Histopathological examination revealed that CP caused disorganization of hepatic structure, degeneration of hepatocytes and vacuolization, necrosis in hepatocyte cells, peripotal leucocyte infiltration, sinusoid dilatation, congestion, and hemorrhage. These pathological changes were in agreement with previous studies(21). In addition, the mean hepatic injury scoring in CP group was higher as compared to the control and ATV groups. Damage in hepatic tissue structure may be attributed to CP-induced lipid peroxidation, oxidative stress, and subsequently disruption in the structure and function of liver. These findings are consistent with the results of other researchers(40). In the present study, administrations of ATV to CP-treated rat revealed marked preservation of the hepatic tissue structure compared with the CP group. In ATV + CP group, hepatic tissue showed mild inflammation that further reflecting the anti-inflammatory activity of ATV at low doses.

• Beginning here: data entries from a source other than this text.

import * as z from 'zod';
import { HIDDEN_CHARACTERS } from './display-name';
import { ProblemSchema } from './problem';
import {
  AcceptanceLevelSchema,
  AmplitudeUnitSchema,
  InspectionLimitsSchema,
  MACHINE_SIDES,
  StoredSensitivitySchema,
} from './records';

/*
 * The balancing job: a machine, a technician and a date, and what the job holds step by step (safety,
 * inspection, set-up, runs with their readings, corrections with what was installed, verification,
 * completion). One source for the server's validation, the OpenAPI document and the workbench's types.
 * The routes, states, what the server recomputes and the concurrency rules: docs/jobs.md.
 */

// Common pieces

const IdSchema = z.number().int().positive();
const SideSchema = z.enum(MACHINE_SIDES, { error: 'The side is left or right.' });
const DateSchema = z.iso.date({ error: 'Write the date as YYYY-MM-DD.' });

/** A reason or a note a person writes: trimmed, 3 to `maxLength` characters, no invisible characters. */
function reasonText(field: string, maxLength: number) {
  return z
    .string({ error: `Write ${field}.` })
    .trim()
    .min(3, { error: `Write ${field} in a few words.` })
    .max(maxLength, { error: `Keep ${field} to ${maxLength} characters.` })
    .refine((text) => !HIDDEN_CHARACTERS.test(text.replace(/[\n\r\t]/g, '')), {
      error: `${field[0]!.toUpperCase()}${field.slice(1)} holds an invisible control or text-direction character.`,
    });
}

const AmplitudeSchema = z
  .number({ error: 'Enter the amplitude.' })
  .nonnegative({ error: 'The amplitude is 0 or more.' })
  .max(1000, { error: 'The amplitude is at most 1000.' });
const AngleSchema = (what: string) =>
  z
    .number({ error: `Enter the ${what} in degrees.` })
    .min(0, { error: `The ${what} is from 0 to 359.9 degrees.` })
    .lt(360, { error: `The ${what} is from 0 to 359.9 degrees.` });
const SpeedSchema = z
  .number({ error: 'Enter the speed in rpm.' })
  .positive({ error: 'The speed is above 0 rpm.' })
  .max(30_000, { error: 'The speed is at most 30000 rpm.' });
const MassGramsSchema = z
  .number({ error: 'Enter the mass in grams.' })
  .positive({ error: 'The mass is above 0 g.' })
  .max(50_000, { error: 'The mass is at most 50000 g.' });
const RadiusMmSchema = z
  .number({ error: 'Enter the radius in mm.' })
  .positive({ error: 'The radius is above 0 mm.' })
  .max(5_000, { error: 'The radius is at most 5000 mm.' });
const PlaneIndexSchema = z
  .number({ error: 'Name the plane: 0 (the only or left plane) or 1 (the right plane).' })
  .int()
  .min(0, { error: 'The plane is 0 or 1.' })
  .max(1, { error: 'The plane is 0 or 1.' });

/** A reading or a weight as the answers show them (the engine's shapes). */
/** A reading that may have been taken without phase: `phaseDeg` is null for an amplitude-only run. */
const AmplitudeReadingOutSchema = z.object({
  amplitude: z.number(),
  phaseDeg: z.number().nullable().meta({ description: 'Null when the run was read without phase.' }),
});
const PlaneWeightOutSchema = z.object({
  planeIndex: z.number().int(),
  massGrams: z.number(),
  angleDeg: z.number(),
});

// The job's states

/**
 * Where a job stands: `open` (being worked), `on-hold` (an inspection limit failed: a re-measure within
 * the limit or a manager's override lets it go on), `completed`, `abandoned` (a manager may reopen it).
 */
export const JOB_STATUSES = ['open', 'on-hold', 'completed', 'abandoned'] as const;
export type JobStatus = (typeof JOB_STATUSES)[number];

/** The steps of the job, in the stepper's order. */
export const JOB_STEPS = [
  'safety',
  'inspection',
  'setup',
  'runs',
  'correction',
  'verification',
  'completion',
] as const;
export type JobStep = (typeof JOB_STEPS)[number];

/**
 * The ids of the safety topics a technician acknowledges, the same ids as the cautions the workbench
 * shows (`SAFETY_TOPICS` of @counterpoise/ng/core): lockout, running rotor, hot work, weights, protection.
 */
export const JOB_SAFETY_TOPICS = ['lockout', 'running', 'hot-work', 'weights', 'protection'] as const;
export type JobSafetyTopic = (typeof JOB_SAFETY_TOPICS)[number];

/** Stable `code`s of the jobs' problems (besides the records' CHANGED_MEANWHILE and VERSION_REQUIRED). */
export const JOBS_PROBLEM_CODES = {
  /** The job is not in a state that allows the change (abandoned, completed, on hold…): 409. */
  jobNotOpen: 'JOB_NOT_OPEN',
  /** A step that must come first is not done (safety before inspection…): 409. */
  stepMissing: 'STEP_MISSING',
  /** The machine, technician or run named is not the organisation's, or does not fit (400 on the field). */
  unknownReference: 'UNKNOWN_REFERENCE',
  /** The stored runs do not allow the method asked for (a trial run missing…): 409. */
  methodNotPossible: 'METHOD_NOT_POSSIBLE',
  /** Only the job's technician or a manager may change it: 403. */
  notYourJob: 'NOT_YOUR_JOB',
  /**
   * The run's readings can no longer be typed again: a later run or a correction computed from it rests
   * on them (409). Take a new run instead.
   */
  runInUse: 'RUN_IN_USE',
} as const;

// Requests

/** A new job: a machine, a date and (for a manager) the technician; a technician's job is their own. */
export const CreateJobSchema = z
  .strictObject({
    machineId: IdSchema,
    /** The technician who does the job; the caller when left out. Only a manager names another. */
    technicianId: IdSchema.optional(),
    scheduledFor: DateSchema,
  })
  .meta({ id: 'CreateJob' });
export type CreateJob = z.input<typeof CreateJobSchema>;

export const AssignJobSchema = z.strictObject({ technicianId: IdSchema }).meta({ id: 'AssignJob' });
export const AbandonJobSchema = z
  .strictObject({ reason: reasonText('why the job is abandoned', 1000) })
  .meta({ id: 'AbandonJob' });
export const OverrideInspectionSchema = z
  .strictObject({ reason: reasonText('why the job may go on', 1000) })
  .meta({ id: 'OverrideInspection' });

/** The safety topics the technician has read and acknowledges: all of them. */
export const AcknowledgeSafetySchema = z
  .strictObject({
    topicIds: z
      .array(z.enum(JOB_SAFETY_TOPICS, { error: `A topic is one of ${JOB_SAFETY_TOPICS.join(', ')}.` }))
      .refine((ids) => JOB_SAFETY_TOPICS.every((topic) => ids.includes(topic)), {
        error: `Acknowledge every topic: ${JOB_SAFETY_TOPICS.join(', ')}.`,
      }),
  })
  .meta({ id: 'AcknowledgeSafety' });

/** A visual check of the inspection: fine as found, fixed before balancing, or a fault left. */
const CheckSchema = z.enum(['ok', 'fixed', 'fault'], { error: 'A check is ok, fixed or fault.' });

/** The pre-balance inspection as measured; the server judges it against the family's limits. */
export const RecordInspectionSchema = z
  .strictObject({
    bearingEndPlayMm: z
      .number({ error: 'Enter the bearing end play in mm.' })
      .nonnegative({ error: 'The end play is 0 mm or more.' })
      .max(50, { error: 'The end play is at most 50 mm.' }),
    shaftRunoutMm: z
      .number({ error: 'Enter the shaft runout in mm.' })
      .nonnegative({ error: 'The runout is 0 mm or more.' })
      .max(10, { error: 'The runout is at most 10 mm.' }),
    checks: z.strictObject({
      teethOrKnives: CheckSchema,
      buildUpCleaned: CheckSchema,
      welds: CheckSchema,
      beltsAndPulleys: CheckSchema,
    }),
    notes: z.string().trim().max(2000, { error: 'Keep the notes to 2000 characters.' }).optional(),
  })
  .meta({ id: 'RecordInspection' });
export type RecordInspection = z.input<typeof RecordInspectionSchema>;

Phosphoramide mustard causes apoptosis through DNA cross-links and acrolein, an extremely reactive molecule, induces toxicity and disruption of normal cell function(41). Increased free radicals with binding to DNA activate caspase-3 signaling and subsequently promote cell death(42). CP induced apoptosis in liver with elevation of pro-inflammatory cytokines and reduction of anti-inflammatory cytokines. The use of antioxidants exhibited protective effect against CP-induced liver damage(43). In the current study, mild immunoreactivity level of caspase-3 was found in ATV + CP group as compared to severe immunoreactivity of caspase-3 in CP group. Pre- and post-treatment with ATV, as an antioxidant, 5 days before and 5 days after administration of CP decreased apoptosis in hepatocytes. This finding was supported by another study stating that ATV has anti-apoptotic property(13,44).

CONCLUSION

Our study showed that CP induced oxidative stress in the liver and ATV administration effectively improved hepatotoxicity induced by CP through free radicals scavenging, decrease of lipid peroxidation and decrease of oxidative stress. In addition, hepatoprotective effect may be attributed to its anti-apoptotic activity that is mediated through alleviating immunoreactivity of caspase 3 in liver tissue.